SAÍTO: Dois acontecimentos atuais chamam a atenção: a decisão da Suprema Corte argentina declarando a constitucionalidade da lei de mídia e a punição imposta pelo Papa Francisco a Frans-Peter Tebartz-van Elst, um de seus bispos. São dois monopólios que se tenta combater, o primeiro, da comunicação, e o segundo, do episcopado infalível.

Gonçalo Antunes de Barrosa Neto, juiz em Mato Grosso, conhecido pelos amigos como Saito

Gonçalo Antunes de Barrosa Neto, juiz  de Direito em Mato Grosso, conhecido pelos amigos como Saíto

Dois argentinos, um princípio

por GONÇALO  ANTUNES DE BARROS – SAÍTO

Dois acontecimentos atuais nos chamam a atenção: a decisão da Suprema Corte argentina declarando a constitucionalidade da lei de mídia (leia-se Cristina Kirchner) e a punição imposta pelo Papa Francisco a Frans-Peter Tebartz-van Elst, um de seus bispos. São dois monopólios que se tenta combater, o primeiro, da comunicação, e o segundo, do episcopado infalível. O importante nisso tudo é a derrocada do princípio da infalibilidade, seja o da neutralidade da imprensa ou o da santidade episcopal.
Ao argumento da liberdade de expressão, levantou-se mundialmente a bandeira da sua infalibilidade, e seus erros deveriam ser combatidos caso a caso, nos tribunais. A história nos dá conta que nem sempre setores da imprensa estão bem intencionados. Só para exemplificar em passado recente, lembram-se da matéria montada pelo Jornal Nacional na antevéspera da eleição em que Collor sagrou-se vencedor do debate com Lula? Com oitenta por cento de audiência, o requisito da neutralidade foi para o espaço.

No passado, Carlos Lacerda, então político dos mais influentes, dirigiu-se a um subserviente Café Filho exigindo-lhe o fechamento da Última Hora, do não menos influente Samuel Wainer. Argumentou que o jornal representava tudo quanto havia combatido, e que sua eliminação levaria ao inevitável – à queda de Getúlio. Presente ao histórico episódio, mas não insólito nestas terras verdes e amarelas, o então ministro da justiça, Seabra Fagundes, obtemperou – mesmo que se suspeitasse de algum delito cometido pelo órgão de imprensa e seus dirigentes, a liturgia judicial deveria ser respeitada. Resultado, foi chamado de provinciano pelo alcaide carioca e, diante dos brados do general Juarez Távora – seus murros na mesa ficaram famosos – de que não se devia contrariar a Carlos Lacerda, pois teria dado seu sangue pelo país, a demissão lhe pareceu o caminho da indignação.

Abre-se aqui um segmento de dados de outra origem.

/** Forecast query: the horizon in days, at most a year. */
import { MAX_HORIZON_DAYS } from "@/lib/forecast/forecast";

export const DEFAULT_HORIZON_DAYS = 28;

export const HORIZON_MESSAGE = `Enter a whole number of days from 1 to ${MAX_HORIZON_DAYS} (at most a year).`;

/** `horizonDays` from a query string, or null when it is not a whole number 1 … 366. */
export function horizonDaysOf(raw: string | null): number | null {
  if (raw === null || raw === "") return DEFAULT_HORIZON_DAYS;
  const n = /^\d{1,6}$/.test(raw) ? Number(raw) : NaN;
  return Number.isInteger(n) && n >= 1 && n <= MAX_HORIZON_DAYS ? n : null;
}
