import crypto from "node:crypto";
import { hash } from "@node-rs/argon2";
import type { Db } from "../index";
import type { Role } from "../schema";
import { seedCoatingsAndLines } from "./coatings-lines";
import { seedParts } from "./parts";
import { seedRuns } from "./runs";
import { seedRackPlans } from "./rack-plans";
import { seedScenarios } from "./scenarios";
import { seedProfiles } from "./profiles";
import { seedFilmChecks } from "./film-checks";

/*
 * The demo scenario: Bramblecote Steelworks, an invented fabricator of steel outdoor goods.
 * Every name, number and address here is made up. Later capabilities add their rows below.
 */
export const DEMO_PASSWORD = "coatwright-demo";

const demoUsers: { role: Role; name: string }[] = [
  { role: "admin", name: "Idris Fennimore" },
  { role: "manager", name: "Marguerite Oakhill" },
  { role: "supervisor", name: "Tobias Wrenfield" },
  { role: "engineer", name: "Priya Castellane" },
  { role: "purchaser", name: "Dorothea Pell" },
  { role: "operator", name: "Samir Holloway" },
];

export const demoEmail = (role: Role) => `${role}@bramblecote.test`;

/** Seeds an empty database; does nothing when any user exists. One transaction: all or nothing. */
export async function seedDemo(db: Db): Promise<boolean> {
  const existing = await db.selectFrom("users").select("id").limit(1).executeTakeFirst();
  if (existing) return false;
  const passwordHash = await hash(DEMO_PASSWORD, { memoryCost: 19456, timeCost: 2, parallelism: 1 });
  const t = Math.floor(Date.now() / 1000);
  await db.transaction().execute(async (trx) => {
    await trx
      .insertInto("plant_settings")
      .values({ id: 1, plant_name: "Bramblecote Steelworks", currency: "USD", shift_hours: 8, default_unit_system: "metric", updated_at: t })
      .execute();
    await trx
      .insertInto("users")
      .values(
        demoUsers.map((u) => ({
          id: crypto.randomUUID(),
          email: demoEmail(u.role),
          name: u.name,
          role: u.role,
          password_hash: passwordHash,
          active: 1,
          unit_system: u.role === "purchaser" || u.role === "manager" ? ("us" as const) : ("metric" as const),
          created_at: t,
        })),
      )
      .execute();
    await seedCoatingsAndLines(trx, t);
    await seedParts(trx, t);
    // after parts and lines; runs read saved plans when they are planned, so the order with runs is free
    await seedRackPlans(trx, t);
    await seedRuns(trx, t);
    await seedScenarios(trx, t);
    await seedProfiles(trx, t);
    await seedFilmChecks(trx, t);
  });
  return true;
}
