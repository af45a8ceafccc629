import { z } from "zod";
import { MAX_SIZE_MM } from "@/lib/rack/check-input";
import { orientationProblem } from "@/lib/rack/orientations";

// Upper bounds catch unit mistakes (inches typed as metres) rather than describe real lines.
const MAX_MASS_KG = 100_000;
const MAX_LOAD_KG = 1_000_000;

const sizeMm = z.number().positive().max(MAX_SIZE_MM);

export const rackPartSchema = z
  .object({
    lengthMm: sizeMm,
    widthMm: sizeMm,
    heightMm: sizeMm,
    massKg: z.number().positive().max(MAX_MASS_KG),
  })
  .strict();

export const rackCarrierSchema = z
  .object({
    widthMm: sizeMm,
    heightMm: sizeMm,
    depthMm: sizeMm,
    maxLoadKg: z.number().positive().max(MAX_LOAD_KG),
  })
  .strict();

export const rackOrientationSchema = z
  .object({
    alongWidthMm: sizeMm,
    alongHeightMm: sizeMm,
    alongDepthMm: sizeMm,
  })
  .strict();

export const orientationModeSchema = z.enum(["any", "upright"]);

export const rackPlanInputSchema = z
  .object({
    part: rackPartSchema,
    carrier: rackCarrierSchema,
    clearanceMm: z.number().min(0).max(MAX_SIZE_MM),
    orientations: orientationModeSchema,
    orientation: rackOrientationSchema.optional(),
  })
  .strict()
  .superRefine((value, ctx) => {
    const { carrier, clearanceMm, part, orientations, orientation } = value;
    if (clearanceMm > Math.max(carrier.widthMm, carrier.heightMm, carrier.depthMm)) {
      ctx.addIssue({
        code: "custom",
        path: ["clearanceMm"],
        message: "clearanceMm is larger than every dimension of the carrier window.",
      });
    }
    // Same rule the planner enforces, so the route answers 400 with a field before planning.
    if (orientation) {
      const problem = orientationProblem(part, orientations, orientation);
      if (problem) ctx.addIssue({ code: "custom", path: ["orientation"], message: problem });
    }
  });

export type RackPlanRequest = z.infer<typeof rackPlanInputSchema>;
export type RackPartInput = z.infer<typeof rackPartSchema>;
export type RackCarrierInput = z.infer<typeof rackCarrierSchema>;
export type RackOrientationInput = z.infer<typeof rackOrientationSchema>;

O grupo Clarín se viu obrigado a desfazer de uma série de emissoras de rádio e de licenças de televisão após a aprovação pelo Congresso argentino, e capitaneada pela senhora Kirchner, da Lei de Mídia. Nesta, quatro polêmicos artigos, notadamente os artigos 41 e 161, adequam as licenças autorizadoras de canais de TV e rádio a patamares a se evitar concentração e monopólio. Pronto, guerra declarada. Pensa-se, inclusive, em recorrer a tribunais internacionais. O que parece ser normal pelos novos ventos democráticos, acima lembrados pelo citado jurista brasileiro há anos. A infalibilidade da imprensa e sua vocação para a neutralidade, de dogma, virou réu da Justiça.

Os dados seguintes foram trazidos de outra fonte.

import type { Db } from "../index";

/*
 * Two invented what-if scenarios on Bramblecote's conveyor lines, made by the demo manager for
 * the reference bench end frame (2 mm steel, figures entered by hand) in the gloss green powder.
 * Seeded after the lines, coatings and users; a line or coating that is missing is skipped.
 */
const part = {
  part_area_m2: 0.8,
  part_inside_area_m2: 0,
  part_mass_kg: 6.5,
  part_thickness_mm: 2,
  part_length_mm: 450,
  part_width_mm: 60,
  part_height_mm: 700,
};

const scenarios = [
  // Faster than the 3 m/min nominal: does the powder oven still cure a 2 mm section?
  { name: "Line 1 at 3.5 m/min", line: "Line 1 — E-coat and powder", overrides: { lineSpeedMPerMin: 3.5 } },
  // A 12 m oven extension so the cure no longer holds the line below its top speed.
  { name: "Line 2 with longer oven", line: "Line 2 — Powder only", overrides: { ovenLengthM: 66 } },
];

export async function seedScenarios(db: Db, nowS = Math.floor(Date.now() / 1000)): Promise<void> {
  const manager = await db.selectFrom("users").select("id").where("role", "=", "manager").orderBy("created_at").executeTakeFirst();
  const coating = await db.selectFrom("coatings").select("id").where("code", "=", "PP-410").executeTakeFirst();
  for (const s of scenarios) {
    const line = await db.selectFrom("lines").select("id").where("name", "=", s.line).executeTakeFirst();
    if (!line) continue;
    await db
      .insertInto("scenarios")
      .values({
        name: s.name,
        line_id: line.id,
        overrides_json: JSON.stringify(s.overrides),
        part_id: null,
        ...part,
        coating_id: coating?.id ?? null,
        created_by: manager?.id ?? null,
        created_at: nowS,
        updated_at: nowS,
        archived: 0,
      })
      .execute();
  }
}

A punição imposta pelo Papa Francisco ao bispo Frans-Peter Tebartz-van Elst, da diocese de Limburgo, na Alemanha, que se notabilizou por construir um suntuoso complexo residencial no valor de 92 milhões de reais, simboliza que a batina é envergada por homens ainda em purificação, não sendo imunes a pecados, e sua autoridade vem das leis canônicas e não do absoluto que dantes se pensava.

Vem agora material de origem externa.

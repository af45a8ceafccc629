/**
 * Run input (plan a run), status changes and the day board's order. Metric values with the unit
 * in every name; a day is "YYYY-MM-DD".
 */
import { z } from "zod";
import { RUN_STATUSES } from "@/lib/runs/status";
import { objectParams, rangeNumber } from "./coatings";

/** Upper bounds catch unit mistakes rather than describe real runs. */
export const MAX_QUANTITY = 1_000_000;
export const MAX_COATS = 4;
export const SHIFTS = [1, 2, 3] as const;

export const daySchema = z
  .string({ error: "Enter a date like 2026-12-03." })
  .regex(/^\d{4}-\d{2}-\d{2}$/, "Enter a date like 2026-12-03.")
  .refine((d) => {
    const t = Date.parse(`${d}T00:00:00Z`);
    return Number.isFinite(t) && new Date(t).toISOString().slice(0, 10) === d;
  }, "Enter a real calendar date like 2026-12-03.");

const idNumber = (what: string) =>
  z.number({ error: `Choose ${what}.` }).int(`Choose ${what}.`).positive(`Choose ${what}.`);

const sizeMm = rangeNumber({ gt: 0, lte: 100_000 }, "mm");

export const runCoatSchema = z
  .object(
    {
      coatingId: idNumber("a coating"),
      filmUm: rangeNumber({ gt: 0, lte: 5000 }, "µm"),
      firstPassEfficiency: rangeNumber({ gt: 0, lte: 1 }).nullable().optional(),
      reclaimEfficiency: rangeNumber({ gte: 0, lte: 1 }).nullable().optional(),
    },
    objectParams,
  )
  .strict();

export const runInputSchema = z
  .object(
    {
      partId: z.string({ error: "Choose a part." }).trim().min(1, "Choose a part.").max(100, "Choose a part."),
      quantity: rangeNumber({ integer: true, gte: 1, lte: MAX_QUANTITY }, "parts"),
      lineId: idNumber("a line"),
      date: daySchema,
      shift: z.union(SHIFTS.map((s) => z.literal(s)), { error: "Choose shift 1, 2 or 3." }),
      lineSpeedMPerMin: rangeNumber({ gt: 0, lte: 100 }, "m/min").nullable().optional(),
      clearanceMm: rangeNumber({ gte: 0, lte: 10_000 }, "mm"),
      orientations: z.enum(["any", "upright"], { error: 'Choose "any" or "upright".' }),
      orientation: z
        .object({ alongWidthMm: sizeMm, alongHeightMm: sizeMm, alongDepthMm: sizeMm }, objectParams)
        .strict()
        .nullable()
        .optional(),
      partsPerCarrierOverride: rangeNumber({ integer: true, gte: 1, lte: 10_000 }, "parts").nullable().optional(),
      coats: z
        .array(runCoatSchema, { error: "Add at least one coat." })
        .min(1, "Add at least one coat.")
        .max(MAX_COATS, `At most ${MAX_COATS} coats.`),
      masking: z.string({ error: "Must be text." }).max(4000, "At most 4000 characters.").default(""),
      notes: z.string({ error: "Must be text." }).max(4000, "At most 4000 characters.").default(""),
    },
    objectParams,
  )
  .strict();

export type RunInput = z.infer<typeof runInputSchema>;
export type RunInputRaw = z.input<typeof runInputSchema>;

export const runStatusSchema = z
  .object({ status: z.enum(RUN_STATUSES, { error: `Choose one of ${RUN_STATUSES.join(", ")}.` }) }, objectParams)
  .strict();

export const boardOrderSchema = z
  .object(
    {
      lineId: idNumber("a line"),
      date: daySchema,
      shift: z.union(SHIFTS.map((s) => z.literal(s)), { error: "Choose shift 1, 2 or 3." }),
      runIds: z
        .array(idNumber("a run"), { error: "Send the runs in their new order." })
        .max(500, "At most 500 runs.")
        .refine((ids) => new Set(ids).size === ids.length, "Each run may appear once."),
    },
    objectParams,
  )
  .strict();

export type BoardOrder = z.infer<typeof boardOrderSchema>;

const queryId = (what: string) =>
  z
    .string({ error: `Choose ${what}.` })
    .regex(/^\d{1,12}$/, `Choose ${what}.`)
    .transform(Number);

/** GET /api/runs: ?date= (one day) or ?from=&to=, optional ?lineId= and ?shift=. */
export const runQuerySchema = z
  .object(
    {
      date: daySchema.optional(),
      from: daySchema.optional(),
      to: daySchema.optional(),
      lineId: queryId("a line").optional(),
      shift: z.enum(["1", "2", "3"], { error: "Choose shift 1, 2 or 3." }).transform(Number).optional(),
    },
    objectParams,
  )
  .strict();

/** GET /api/runs/board and /api/runs/board/propose: ?lineId=&date=. */
export const boardQuerySchema = z.object({ lineId: queryId("a line"), date: daySchema }, objectParams).strict();

/** URLSearchParams → a plain object (the last value of a repeated key wins). */
export function queryObject(url: string): Record<string, string> {
  return Object.fromEntries(new URL(url).searchParams.entries());
}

Tomás de Aquino afirmou que o estado episcopal supõe uma vida perfeita. Se supuser, então deveria, mas nem sempre o é. Diria eu, somente no caso de Pedro se viu perfeição, e aqui penso com os olhos da fé, pois, ali houvera intervenção direta do Senhor, indagando se o amava mais que os outros antes de confiar-lhe o ofício pastoral. O próprio dogma do Papa infalível, analisado de forma objetiva e dialética, própria do ser racional, é motivo de reflexão teológica e filosófica para que se adeque, efetivamente, seu contorno e lugar. Sabemos que a infalibilidade papal é dogma da teologia católica e afirma que o Santo Pontífice, em comunhão com o Sagrado Magistério, quando delibera e define solenemente algo em matéria de fé ou moral (os costumes), ex cathedra, está sempre correto. Isto porque, na clarificação solene e definitiva destas matérias, goza ele de assistência sobrenatural do Espírito Santo, que o preserva de todo o erro.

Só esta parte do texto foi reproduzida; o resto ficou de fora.